# Starting Consulting Engineering Firm (yes, another thread)



## fitz2395 (Jan 12, 2021)

So I’ve read through a few of these threads and so far they’ve been helpful, but figured why not revive the topic for 2021.

I’m a mechanical designer at an architectural engineering firm and I mostly design $50mil+ buildings. Central plants, convention centers, high profile government buildings...stuff I couldn’t touch as a one man firm. I love that technical stuff, so I’m not leaving my day job. But we don’t do work in the residential market, so I figure I could start a side gig there. I’m thinking maybe 20hrs of work every 2 weeks or so, max. 

First of all, I understand I need to register a Certificate of Authorization. Can I just do that and get straight to work?

Do I need to officially register an organized business? I assume the answer is yes. I understand LLCs remove personal asset risk, so I like the idea of that.

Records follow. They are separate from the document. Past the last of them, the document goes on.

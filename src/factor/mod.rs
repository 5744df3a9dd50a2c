//! Scalar factors and their representations.
//!
//! A factor is built from pieces; the first piece type is the infinite
//! product of gamma functions, [`GammaProduct`], with two independent
//! representations (product with analytic tail; Malmstén integral with
//! continuation) so that each value can be checked by the other.

mod coef;
mod gamma_product;
pub mod known;
mod pieces;

pub use coef::Coef;
pub use gamma_product::{
    Condition, Convergence, Cost, Detail, FactorValue, GammaProduct, GammaTerm, Method, Plan,
    Representation, Scale, StepReduction,
};
pub use pieces::{BarnesFactor, CddBlock, FiniteGamma};
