impl<R: RealField> Map<R> {
    /// Validates the domain; `None` for an empty interval.
    fn new(domain: &Domain<R>, wp: u32, function: &'static str) -> Result<Option<Self>> {
        let finite = |x: &R, argument| {
            if x.is_finite() {
                Ok(x.with_prec(wp))
            } else {
                Err(Error::NonFinite { function, argument })
            }
        };
        Ok(Some(match domain {
            Domain::Finite(a, b) => {
                let (a, b) = (finite(a, "a")?, finite(b, "b")?);
                if a > b {
                    return Err(Error::Domain {
                        function,
                        message: format!(
                            "the interval [a, b] has a > b (a = {}, b = {}); swap the \
                             endpoints and negate the result",
                            fmt_real(&a),
                            fmt_real(&b)
                        ),
                    });
                }
                if a == b {
                    return Ok(None);
                }
                let half = (b.clone() - &a).mul_pow2(-1);
                let two = R::from_i64(2, wp);
                Map::Finite { a, b, half, two }
            }
            Domain::HalfLine(a) => Map::Half {
                a: finite(a, "a")?,
                kind: Kind::ExpSinh,
            },
            Domain::HalfLineExpDecay(a) => Map::Half {
                a: finite(a, "a")?,
                kind: Kind::ExpExp,
            },
        }))
    }

    fn kind(&self) -> Kind {
        match self {
            Map::Finite { .. } => Kind::TanhSinh,
            Map::Half { kind, .. } => *kind,
        }
    }

    /// The point at standard distance `d` from the endpoint on `side`.
    #[inline]
    fn point(&self, side: Side, d: &R) -> Point<R> {
        match self {
            Map::Finite { a, b, half, two } => {
                let near = half.clone() * d;
                let far = (two.clone() - d) * half;
                match side {
                    Side::Minus => Point {
                        x: a.clone() + &near,
                        from_start: near,
                        to_end: Some(far),
                    },
                    Side::Plus => Point {
                        x: b.clone() - &near,
                        from_start: far,
                        to_end: Some(near),
                    },
                }
            }
            Map::Half { a, .. } => Point {
                x: a.clone() + d,
                from_start: d.clone(),
                to_end: None,
            },
        }
    }

    /// `log2` of the factor from the standard variable to `x`.
    fn scale_log2(&self) -> f64 {
        match self {
            Map::Finite { half, .. } => half.log2_abs(),
            Map::Half { .. } => 0.0,
        }
    }

    fn scale<C: ComplexField<Real = R>>(&self, s: C) -> C {
        match self {
            Map::Finite { half, .. } => s.mul_real(half),
            Map::Half { .. } => s,
        }
    }

    fn name(&self) -> String {
        match self {
            Map::Finite { a, b, .. } => {
                format!("tanh-sinh quadrature on [{}, {}]", fmt_real(a), fmt_real(b))
            }
            Map::Half { a, kind } => format!(
                "{} quadrature on [{}, ∞)",
                if *kind == Kind::ExpSinh {
                    "exp-sinh"
                } else {
                    "exp-exp"
                },
                fmt_real(a)
            ),
        }
    }

    fn describe(&self, p: &Point<R>) -> String {
        match &p.to_end {
            Some(e) => format!(
                "x = {} (x − a = {}, b − x = {})",
                fmt_real(&p.x),
                fmt_real(&p.from_start),
                fmt_real(e)
            ),
            None => format!(
                "x = {} (x − a = {})",
                fmt_real(&p.x),
                fmt_real(&p.from_start)
            ),
        }
    }

    fn what(&self, i: usize, n: usize) -> String {
        if n > 1 {
            format!("{} (integrand {i} of {n})", self.name())
        } else {
            self.name()
        }
    }

    fn tail_error<C: ComplexField>(
        &self,
        s: &C,
        best: (f64, f64, f64),
        i: usize,
        n: usize,
        function: &'static str,
    ) -> Error {
        let extra = match self {
            Map::Finite { .. } => "",
            Map::Half {
                kind: Kind::ExpExp, ..
            } => {
                "; HalfLineExpDecay reaches only x ≈ 64·(working bits): for an integrand \
                 decaying like a power, or slower than e^(−x/90), use Domain::HalfLine or rescale x"
            }
            Map::Half { .. } => "; on a half-line the integrand must decay faster than x^(−1.25)",
        };
        let size = if best.2.is_finite() {
            format!("the neglected tail is about 2^{:.0}", best.2)
        } else {
            "the terms grow towards it".to_string()
        };
        Error::NoConvergence {
            what: format!("{} [{function}]", self.what(i, n)),
            achieved: achieved(s, best),
            hint: format!(
                "the integrand is not negligible at the end of the node range ({size}): it is \
                 not integrable there, or an endpoint singularity is stronger than \
                 |x − a|^(−3/4) (split off or transform the singularity){extra}"
            ),
        }
    }

    fn level_error<C: ComplexField>(
        &self,
        s: &C,
        best: (f64, f64, f64),
        i: usize,
        n: usize,
        max_level: u32,
        function: &'static str,
    ) -> Error {
        Error::NoConvergence {
            what: format!("{} [{function}]", self.what(i, n)),
            achieved: achieved(s, best),
            hint: format!(
                "the highest level ({max_level}, step 2^-{max_level}) was reached; split the \
                 interval at interior singularities or kinks, pass the distance to an endpoint \
                 singularity via integrate_point, or raise the level with \
                 DoubleExponential::with_max_level"
            ),
        }
    }
}
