#[test]
fn fuzz_never_panics() {
    let mut rng = Lcg(0x5eed_cafe);
    let s = |name: &str, args: &[Complex64]| -> Option<Result<Complex64>> {
        (name == "S").then(|| Ok(args.iter().sum::<Complex64>() * 0.5))
    };
    let smp = |name: &str, args: &[Complex]| -> Option<Result<Complex>> {
        (name == "S").then(|| {
            let mut acc = Complex::with_val(64, 0);
            for a in args {
                acc += a;
            }
            Ok(acc)
        })
    };
    let env = env64();
    let env_m = env_mp(64);
    let (mut parsed, mut evaluated) = (0, 0);
    for round in 0..20_000 {
        let n = 1 + rng.below(24);
        let text: String = (0..n).map(|_| PIECES[rng.below(PIECES.len())]).collect();
        match Expr::parse(&text) {
            Err(Error::Expression {
                column: Some(col), ..
            }) => {
                assert!(
                    col >= 1 && col <= text.chars().count() + 1,
                    "`{text}`: column {col}"
                );
            }
            Err(other) => panic!("`{text}`: unexpected error {other:?}"),
            Ok(e) => {
                parsed += 1;
                // Canonical printing parses back to the same tree.
                let shown = e.to_string();
                let back = Expr::parse(&shown)
                    .unwrap_or_else(|err| panic!("`{text}` printed as `{shown}`:\n{err}"));
                assert_eq!(back, e, "`{text}` printed as `{shown}`");
                assert_eq!(back.to_string(), shown);
                let _ = e.free_variables();
                let _ = e.to_rational(|_| Some(q(1, 3)));
                if let Some((a, b)) = e.affine_in("theta") {
                    assert!(!a.depends_on("theta") && !b.depends_on("theta"));
                }
                if e.eval_with::<Complex64, _, _>(&env, &s, 53).is_ok() {
                    evaluated += 1;
                }
                if round % 4 == 0 {
                    let _ = e.eval_with::<Complex, _, _>(&env_m, &smp, 64);
                }
            }
        }
    }
    // The generator reaches the evaluator often enough to mean something.
    assert!(
        parsed > 1000 && evaluated > 200,
        "parsed {parsed}, evaluated {evaluated}"
    );
}

/// A random well-formed expression over hostile leaves (zeros, poles,
/// huge and tiny numbers) of at most `depth` levels.
fn generate(rng: &mut Lcg, depth: u32) -> String {
    const LEAVES: &[&str] = &[
        "0", "1", "2", "0.5", "-1", "-3", "1e300", "1e-300", "710", "1e5", "a", "b", "theta", "x",
        "z", "i", "pi", "θ",
    ];
    if depth == 0 || rng.below(4) == 0 {
        return LEAVES[rng.below(LEAVES.len())].to_string();
    }
    let l = generate(rng, depth - 1);
    let r = generate(rng, depth - 1);
    match rng.below(10) {
        0 => format!("({l} + {r})"),
        1 => format!("({l} - {r})"),
        2 => format!("({l} * {r})"),
        3 => format!("({l} / {r})"),
        4 => format!("({l})^({r})"),
        5 => format!("-({l})"),
        6 | 7 => {
            let b = Builtin::ALL[rng.below(Builtin::ALL.len())];
            if b.arity() == 2 {
                let n = ["0", "1", "2", "a", "-1", "201", "1e10"][rng.below(7)];
                format!("{}({n}, {l})", b.name())
            } else {
                format!("{}({l})", b.name())
            }
        }
        8 => format!("S({l}, {r})"),
        _ => format!("{l}^2"),
    }
}

/// Whether a Γ-family function is called.
fn uses_special(n: &Node) -> bool {
    use dressing::expr::{Factor, Term};
    match n {
        Node::Call(b, args) => {
            !matches!(
                b,
                Builtin::Exp
                    | Builtin::Log
                    | Builtin::Sqrt
                    | Builtin::Sin
                    | Builtin::Cos
                    | Builtin::Tan
                    | Builtin::Sinh
                    | Builtin::Cosh
                    | Builtin::Tanh
            ) || args.iter().any(uses_special)
        }
        Node::UserCall(_, args) => args.iter().any(uses_special),
        Node::Neg(x) => uses_special(x),
        Node::Pow(b, e) => uses_special(b) || uses_special(e),
        Node::Sum(ts) => ts.iter().any(|Term { node, .. }| uses_special(node)),
        Node::Product(fs) => fs.iter().any(|Factor { node, .. }| uses_special(node)),
        _ => false,
    }
}

#[test]
fn fuzz_well_formed_hostile_values() {
    let mut rng = Lcg(42);
    let s = |name: &str, args: &[Complex64]| -> Option<Result<Complex64>> {
        (name == "S").then(|| Ok(args.iter().product::<Complex64>()))
    };
    let smp = |name: &str, args: &[Complex]| -> Option<Result<Complex>> {
        (name == "S").then(|| {
            let mut acc = Complex::with_val(args[0].prec().0, 1);
            for a in args {
                acc *= a;
            }
            Ok(acc)
        })
    };
    let mut env = env64();
    env.push(("θ", c(-2.0, 0.0)));
    let mut env_m = env_mp(64);
    env_m.push(("θ", Complex::with_val(64, -2)));
    let (mut ok, mut failed) = (0, 0);
    for round in 0..20_000 {
        let text = generate(&mut rng, 5);
        let e = p(&text);
        assert_eq!(p(&e.to_string()), e, "`{text}` printed as `{e}`");
        match e.eval_with::<Complex64, _, _>(&env, &s, 53) {
            Ok(v) => {
                assert!(v.re.is_finite() && v.im.is_finite(), "`{text}` = {v}");
                ok += 1;
            }
            Err(_) => failed += 1,
        }
        // On the MPC path the Γ-family functions at such arguments (ψ at
        // 1e-7100, log G at 1e-900) can take seconds to minutes; this loop
        // checks the evaluator, so there it calls only the elementary ones.
        if round % 2 == 0 && !uses_special(e.node()) {
            if let Ok(v) = e.eval_with::<Complex, _, _>(&env_m, &smp, 64) {
                assert!(
                    v.real().is_finite() && v.imag().is_finite(),
                    "`{text}` = {v}"
                );
            }
        }
    }
    assert!(ok > 2000 && failed > 2000, "ok {ok}, failed {failed}");
}

/// The running error bound of the double path covers the actual error of
/// the double value, measured against the same expression on MPFR at 200
/// bits, and is not wildly pessimistic. Expressions are the kind of
/// elementary prefactors model files carry (the sinh form of a CDD block,
/// DLMF 4.28; ratios, powers, exponentials of sinh). Points: a seeded
/// grid over the region where the pieces are used.
#[test]
fn running_error_bound_covers_the_double_error() {
    use num_complex::Complex64;
    use rug::Complex;
    let exprs = [
        "(sinh(theta) - i*sin(pi*a))/(sinh(theta) + i*sin(pi*a))",
        "exp(i*a*sinh(theta))",
        "tanh((theta + i*pi*a)/2)/tanh((theta - i*pi*a)/2)",
        "(theta^2 + 1)/(theta^2 - 4)^3",
        "sqrt(1 + sinh(theta)^2) - cosh(theta)",
        "log(cosh(theta)) + cos(theta)^3 - tan(theta/3)",
        "-1",
    ];
    let a = 0.3f64;
    let mut checked = 0;
    let mut worst_ratio = 0.0f64;
    let mut worst = String::new();
    for text in exprs {
        let e = Expr::parse(text).unwrap();
        for i in 0..15 {
            for j in 0..7 {
                let t = Complex64::new(-6.0 + 0.83 * i as f64, -2.9 + 0.97 * j as f64);
                let env = [("theta", t), ("a", Complex64::new(a, 0.0))];
                let Some((v, b)) = e.eval_with_bound(&env, &|n| n == "theta" || n == "a") else {
                    continue;
                };
                let envm = [
                    ("theta", Complex::with_val(200, (t.re, t.im))),
                    ("a", Complex::with_val(200, a)),
                ];
                let want: Complex = e.eval(&envm, 200).unwrap();
                let err = Complex::with_val(200, &want - &Complex::with_val(53, (v.re, v.im)))
                    .abs()
                    .real()
                    .to_f64();
                assert!(
                    err <= b,
                    "{text} at {t}: error {err:e} above the bound {b:e}"
                );
                let scale = want.abs().real().to_f64().max(1.0);
                let ratio = b / err.max(f64::EPSILON * scale);
                if ratio > worst_ratio {
                    worst_ratio = ratio;
                    worst = format!("{text} at {t}: bound {b:e}, error {err:e}, |value| {scale:e}");
                }
                checked += 1;
            }
        }
    }
    assert!(checked > 500, "{checked}");
    // Pessimism: within a factor 10⁴ of the actual error (or of one ulp).
    assert!(
        worst_ratio < 1e4,
        "bound/error up to {worst_ratio:e}: {worst}"
    );
}
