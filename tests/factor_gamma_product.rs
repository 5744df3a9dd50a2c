//! Gamma-product factors: product form vs integral form vs a published
//! integral representation, continuation outside the strip, convergence
//! analysis.

mod common;

use common::*;
use dressing::factor::{Coef, GammaProduct, GammaTerm, Method, Representation, Scale};
use dressing::num::ComplexField;
use dressing::quadrature::{default_rule, Domain};
use dressing::{Error, Prec};
use rug::float::Constant;
use rug::{Complex, Float};

/// The sine-Gordon soliton–soliton factor as a gamma product
/// (`factor::known::sine_gordon_soliton`; derived from the integral below by
/// Malmstén's formula, docs/math.md §6): the numbers, not the derivation,
/// are the check.
fn sine_gordon(xi: f64) -> GammaProduct {
    dressing::factor::known::sine_gordon_soliton(xi).unwrap()
}

/// −i ∫₀^∞ (dt/t) sinh(t(π−ξ)/2) sin(θt) / (sinh(ξt/2) cosh(πt/2)): log of
/// −S₀(θ), the integral representation of Zamolodchikov & Zamolodchikov,
/// Ann. Phys. 120 (1979) 253 (as quoted in the project's issue; written
/// from memory there), valid for |Im θ| < min(ξ, π). Evaluated with the
/// crate's quadrature directly, independently of the factor code.
fn zz_integral(xi: f64, theta: &Complex, digits: u32) -> Complex {
    let p = bits(digits) + 40;
    let xi_f = Float::with_val(p, xi);
    let pi = Float::with_val(p, Constant::Pi);
    let th = Complex::with_val(p, theta);
    let f = |t: &Float| -> Complex {
        let q = t.prec();
        let num = (Float::with_val(q, Float::with_val(q, &pi - &xi_f) * t) / 2u32).sinh();
        let den = (Float::with_val(q, &xi_f * t) / 2u32).sinh()
            * (Float::with_val(q, &pi * t) / 2u32).cosh();
        let s = Complex::with_val(q, &th * t).sin();
        s * (num / (den * t))
    };
    let r = default_rule()
        .integrate(
            f,
            &Domain::HalfLineExpDecay(Float::new(p)),
            Prec::digits(digits as u64 + 5).unwrap(),
        )
        .unwrap();
    -ComplexField::mul_i(r.value)
}

/// Π_k Γ(k+1+z)Γ(k+1−z)/(Γ(2k+1+z)Γ(2k+1−z))², normalised at 0: steps 1
/// and 2, and every normalised condition holds (Σ n s = 0, Σ n s ln a = 0,
/// Σ n s²/a = 2 − 4/2 = 0, Σ n s(2b−1)/a = 0).
fn mixed_step_product() -> GammaProduct {
    let t = |a: i64, b: i64, s: i64, n: i64| {
        GammaTerm::new(Coef::integer(a), Coef::integer(b), Coef::integer(s), n)
    };
    GammaProduct::new(
        vec![
            t(1, 1, 1, 1),
            t(1, 1, -1, 1),
            t(2, 1, 1, -2),
            t(2, 1, -1, -2),
        ],
        Scale::Unit,
        Some((0.0, 0.0)),
    )
    .unwrap()
}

Insurance – do I need it? If so, what kind? Since I’ll just be producing residential HVAC plans from my kitchen table for someone else to install, general liability insurance doesn’t really seem to apply. However, professional liability insurance, or errors and omissions insurance, does seem to apply. But given my limited work volume of maybe $30k/yr, would it be more economical to just risk my low volume side gig getting wiped out by a lawsuit rather than paying insurance premiums? After all, I’m not, nor will I be relying on these profits for a living.


----------



## ruggercsc (Jan 17, 2021)

Make sure you current firm allows you to moonlight
Check with your board on firm/branch license requirements
Check with your Secretary of State on business license requirements
Check with your municipality if they have any license requirements
Insurance is your choice but I would not do anything without it.


----------



## civilsurvey (Jan 24, 2021)

A llc or corporation will not shield you from personal liability. Lawyers will sue right through the corporate armour and sue whomever stamped the drawings


----------



## youngmotivatedengineer (Jan 24, 2021)

civilsurvey said:


> A llc or corporation will not shield you from personal liability. Lawyers will sue right through the corporate armour and sue whomever stamped the drawings


This is what I thought. My boss always told me that unlike contractors who can close an LLC overnight and open under a new name, Engineers are personally liable until they die.


----------



## dsp002 (Jan 25, 2021)

How about pricing? How does one set services/prices for a starting Engineering firm?


----------



## civilrobot PE etc etc (Feb 4, 2021)

@dsp002 Well, I've reviewed a lot of engineering invoices in my lifetime. Basic template:

1. hourly rate - what is your time worth? $85/hr? $100/hr? $125/hr? probably depends on your area. In my area, $100/hr is normal but I'm in a major city
2. OH&P (overhead and profit) - includes your markup, insurance costs, office expenses, mailing, data costs, etc.
3. subconsultant costs - sometimes you have to incorporate a licensed PTOE, or geotechnical testing, etc

Hope this helps.


----------